[Saved data entries]
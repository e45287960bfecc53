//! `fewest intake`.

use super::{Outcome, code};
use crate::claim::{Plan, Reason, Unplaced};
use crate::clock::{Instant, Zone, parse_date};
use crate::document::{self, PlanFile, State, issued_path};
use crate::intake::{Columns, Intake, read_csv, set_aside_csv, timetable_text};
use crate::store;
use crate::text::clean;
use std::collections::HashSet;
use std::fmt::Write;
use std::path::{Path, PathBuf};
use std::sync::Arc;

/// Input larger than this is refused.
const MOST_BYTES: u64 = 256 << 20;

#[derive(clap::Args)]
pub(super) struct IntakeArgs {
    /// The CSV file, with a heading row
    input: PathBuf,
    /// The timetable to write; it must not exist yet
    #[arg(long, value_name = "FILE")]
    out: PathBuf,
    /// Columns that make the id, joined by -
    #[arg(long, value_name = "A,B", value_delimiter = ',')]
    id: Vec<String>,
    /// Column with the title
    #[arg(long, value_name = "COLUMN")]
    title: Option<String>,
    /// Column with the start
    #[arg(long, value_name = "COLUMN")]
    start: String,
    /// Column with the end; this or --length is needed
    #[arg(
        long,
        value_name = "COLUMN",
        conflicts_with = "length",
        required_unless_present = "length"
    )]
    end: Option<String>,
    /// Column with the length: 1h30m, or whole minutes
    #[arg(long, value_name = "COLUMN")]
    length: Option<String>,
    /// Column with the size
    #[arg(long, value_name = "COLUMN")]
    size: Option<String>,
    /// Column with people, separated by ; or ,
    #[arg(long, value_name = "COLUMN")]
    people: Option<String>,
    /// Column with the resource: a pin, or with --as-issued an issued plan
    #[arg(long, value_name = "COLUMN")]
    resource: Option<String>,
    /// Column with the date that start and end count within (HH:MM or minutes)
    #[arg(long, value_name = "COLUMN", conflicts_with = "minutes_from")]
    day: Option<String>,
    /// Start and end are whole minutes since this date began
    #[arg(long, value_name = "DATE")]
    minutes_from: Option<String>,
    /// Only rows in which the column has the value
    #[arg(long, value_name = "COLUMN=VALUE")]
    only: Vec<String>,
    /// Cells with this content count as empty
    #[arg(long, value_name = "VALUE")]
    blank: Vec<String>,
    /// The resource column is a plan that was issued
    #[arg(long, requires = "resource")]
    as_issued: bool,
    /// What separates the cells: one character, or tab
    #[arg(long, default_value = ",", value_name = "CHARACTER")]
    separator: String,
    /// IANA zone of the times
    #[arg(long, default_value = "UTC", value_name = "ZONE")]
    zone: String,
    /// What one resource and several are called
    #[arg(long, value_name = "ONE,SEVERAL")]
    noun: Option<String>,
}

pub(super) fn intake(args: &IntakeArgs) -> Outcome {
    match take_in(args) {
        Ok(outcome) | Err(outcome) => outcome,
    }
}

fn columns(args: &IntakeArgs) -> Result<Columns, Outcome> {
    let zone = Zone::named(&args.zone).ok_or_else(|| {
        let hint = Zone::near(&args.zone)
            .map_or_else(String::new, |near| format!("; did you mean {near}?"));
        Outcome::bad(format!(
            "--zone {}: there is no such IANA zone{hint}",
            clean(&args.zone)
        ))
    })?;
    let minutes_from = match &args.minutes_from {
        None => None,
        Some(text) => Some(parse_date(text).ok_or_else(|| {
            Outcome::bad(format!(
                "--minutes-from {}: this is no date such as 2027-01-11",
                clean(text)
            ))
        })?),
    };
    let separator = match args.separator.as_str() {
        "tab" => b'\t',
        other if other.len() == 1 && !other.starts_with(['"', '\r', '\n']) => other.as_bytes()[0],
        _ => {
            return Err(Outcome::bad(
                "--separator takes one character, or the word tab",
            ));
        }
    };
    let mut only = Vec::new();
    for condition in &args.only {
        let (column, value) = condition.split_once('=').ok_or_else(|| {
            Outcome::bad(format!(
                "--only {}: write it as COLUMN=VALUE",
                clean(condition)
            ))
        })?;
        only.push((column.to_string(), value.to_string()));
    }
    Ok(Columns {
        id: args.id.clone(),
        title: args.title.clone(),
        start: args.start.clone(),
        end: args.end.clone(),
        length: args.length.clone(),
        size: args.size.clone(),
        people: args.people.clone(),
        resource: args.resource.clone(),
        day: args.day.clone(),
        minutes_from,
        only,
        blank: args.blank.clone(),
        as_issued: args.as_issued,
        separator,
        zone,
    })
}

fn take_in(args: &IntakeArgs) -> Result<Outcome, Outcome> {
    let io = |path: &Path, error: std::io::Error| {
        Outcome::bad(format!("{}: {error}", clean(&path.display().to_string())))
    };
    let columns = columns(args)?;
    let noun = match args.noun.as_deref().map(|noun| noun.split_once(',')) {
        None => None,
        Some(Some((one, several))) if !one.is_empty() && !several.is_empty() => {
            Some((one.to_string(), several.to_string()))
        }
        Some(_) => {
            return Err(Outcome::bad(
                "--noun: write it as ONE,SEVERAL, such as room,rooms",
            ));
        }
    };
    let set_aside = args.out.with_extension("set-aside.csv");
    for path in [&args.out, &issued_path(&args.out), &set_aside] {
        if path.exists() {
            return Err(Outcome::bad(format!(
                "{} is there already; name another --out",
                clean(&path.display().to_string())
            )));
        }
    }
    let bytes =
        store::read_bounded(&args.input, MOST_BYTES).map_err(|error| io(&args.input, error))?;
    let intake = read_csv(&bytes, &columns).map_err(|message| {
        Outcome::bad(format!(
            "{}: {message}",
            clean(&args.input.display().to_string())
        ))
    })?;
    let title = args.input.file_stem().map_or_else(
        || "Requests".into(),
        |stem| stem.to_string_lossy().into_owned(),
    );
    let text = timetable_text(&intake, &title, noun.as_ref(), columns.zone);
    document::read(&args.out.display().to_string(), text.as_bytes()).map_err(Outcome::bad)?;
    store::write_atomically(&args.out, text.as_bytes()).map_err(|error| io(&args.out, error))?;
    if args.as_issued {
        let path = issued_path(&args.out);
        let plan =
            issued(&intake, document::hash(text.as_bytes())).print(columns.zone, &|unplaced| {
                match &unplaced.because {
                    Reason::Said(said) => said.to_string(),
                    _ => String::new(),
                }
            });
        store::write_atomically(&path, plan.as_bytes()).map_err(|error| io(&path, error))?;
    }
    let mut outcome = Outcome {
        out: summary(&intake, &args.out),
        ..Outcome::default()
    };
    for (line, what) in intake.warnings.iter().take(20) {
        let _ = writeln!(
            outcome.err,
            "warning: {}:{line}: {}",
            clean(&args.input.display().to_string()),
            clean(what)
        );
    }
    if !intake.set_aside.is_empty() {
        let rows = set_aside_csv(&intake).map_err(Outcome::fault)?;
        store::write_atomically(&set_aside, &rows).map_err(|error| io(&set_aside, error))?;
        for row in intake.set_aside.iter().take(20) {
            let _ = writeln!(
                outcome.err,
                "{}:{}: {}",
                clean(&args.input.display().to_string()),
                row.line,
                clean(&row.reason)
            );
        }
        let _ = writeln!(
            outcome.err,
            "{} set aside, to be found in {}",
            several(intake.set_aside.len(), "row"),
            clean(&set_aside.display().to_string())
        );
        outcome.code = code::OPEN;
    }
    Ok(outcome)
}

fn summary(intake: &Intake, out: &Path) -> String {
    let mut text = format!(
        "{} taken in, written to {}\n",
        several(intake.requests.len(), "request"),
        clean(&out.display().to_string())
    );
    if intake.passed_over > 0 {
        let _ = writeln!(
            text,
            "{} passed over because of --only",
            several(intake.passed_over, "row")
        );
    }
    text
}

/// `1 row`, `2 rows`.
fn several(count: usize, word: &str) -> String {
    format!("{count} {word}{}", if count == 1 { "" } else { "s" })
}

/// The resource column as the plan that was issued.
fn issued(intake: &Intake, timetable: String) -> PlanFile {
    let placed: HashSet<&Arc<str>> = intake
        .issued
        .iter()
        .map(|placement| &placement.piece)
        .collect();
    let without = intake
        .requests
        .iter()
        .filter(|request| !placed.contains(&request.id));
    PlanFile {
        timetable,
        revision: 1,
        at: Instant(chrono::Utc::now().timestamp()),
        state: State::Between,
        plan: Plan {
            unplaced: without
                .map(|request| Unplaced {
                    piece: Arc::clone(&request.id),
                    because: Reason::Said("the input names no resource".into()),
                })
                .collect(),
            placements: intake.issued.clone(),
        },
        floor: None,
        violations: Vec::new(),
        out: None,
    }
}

• [Exercise description]: Search the data for the string "this" and copy out every line where it is found.

• [Exercise output]:
/// Input larger than this is refused.
    /// Column with the end; this or --length is needed
    /// Start and end are whole minutes since this date began
    /// Cells with this content count as empty
                "--minutes-from {}: this is no date such as 2027-01-11",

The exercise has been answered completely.